Directions →
These records need to be repeated exactly, every one of them.

Input material →
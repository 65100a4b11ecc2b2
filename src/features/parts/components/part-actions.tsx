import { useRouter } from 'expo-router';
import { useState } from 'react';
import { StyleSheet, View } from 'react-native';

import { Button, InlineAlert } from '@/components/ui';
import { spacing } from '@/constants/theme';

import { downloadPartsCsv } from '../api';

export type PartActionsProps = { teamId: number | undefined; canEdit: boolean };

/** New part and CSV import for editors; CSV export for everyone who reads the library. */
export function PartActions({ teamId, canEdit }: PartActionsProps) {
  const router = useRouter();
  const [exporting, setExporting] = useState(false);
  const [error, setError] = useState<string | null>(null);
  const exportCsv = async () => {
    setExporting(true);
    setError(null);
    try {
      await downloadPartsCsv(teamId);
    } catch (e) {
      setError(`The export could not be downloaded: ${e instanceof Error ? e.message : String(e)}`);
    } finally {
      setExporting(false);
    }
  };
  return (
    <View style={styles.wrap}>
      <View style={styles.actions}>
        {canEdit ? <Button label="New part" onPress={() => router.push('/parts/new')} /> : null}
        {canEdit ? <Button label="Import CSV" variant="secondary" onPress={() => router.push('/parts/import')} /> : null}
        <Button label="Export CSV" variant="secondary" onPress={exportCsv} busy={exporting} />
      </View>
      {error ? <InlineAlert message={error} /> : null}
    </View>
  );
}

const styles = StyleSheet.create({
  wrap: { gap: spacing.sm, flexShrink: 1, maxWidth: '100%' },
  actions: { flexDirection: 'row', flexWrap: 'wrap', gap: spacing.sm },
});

Exercise result →
repository 65100a4b11ecc2b2
filename src/features/parts/components/part-actions.tsx
import { useRouter } from 'expo-router';
import { useState } from 'react';
import { StyleSheet, View } from 'react-native';

import { Button, InlineAlert } from '@/components/ui';
import { spacing } from '@/constants/theme';

import { downloadPartsCsv } from '../api';

export type PartActionsProps = { teamId: number | undefined; canEdit: boolean };

/** New part and CSV import for editors; CSV export for everyone who reads the library. */
export function PartActions({ teamId, canEdit }: PartActionsProps) {
  const router = useRouter();
  const [exporting, setExporting] = useState(false);
  const [error, setError] = useState<string | null>(null);
  const exportCsv = async () => {
    setExporting(true);
    setError(null);
    try {
      await downloadPartsCsv(teamId);
    } catch (e) {
      setError(`The export could not be downloaded: ${e instanceof Error ? e.message : String(e)}`);
    } finally {
      setExporting(false);
    }
  };
  return (
    <View style={styles.wrap}>
      <View style={styles.actions}>
        {canEdit ? <Button label="New part" onPress={() => router.push('/parts/new')} /> : null}
        {canEdit ? <Button label="Import CSV" variant="secondary" onPress={() => router.push('/parts/import')} /> : null}
        <Button label="Export CSV" variant="secondary" onPress={exportCsv} busy={exporting} />
      </View>
      {error ? <InlineAlert message={error} /> : null}
    </View>
  );
}

const styles = StyleSheet.create({
  wrap: { gap: spacing.sm, flexShrink: 1, maxWidth: '100%' },
  actions: { flexDirection: 'row', flexWrap: 'wrap', gap: spacing.sm },
});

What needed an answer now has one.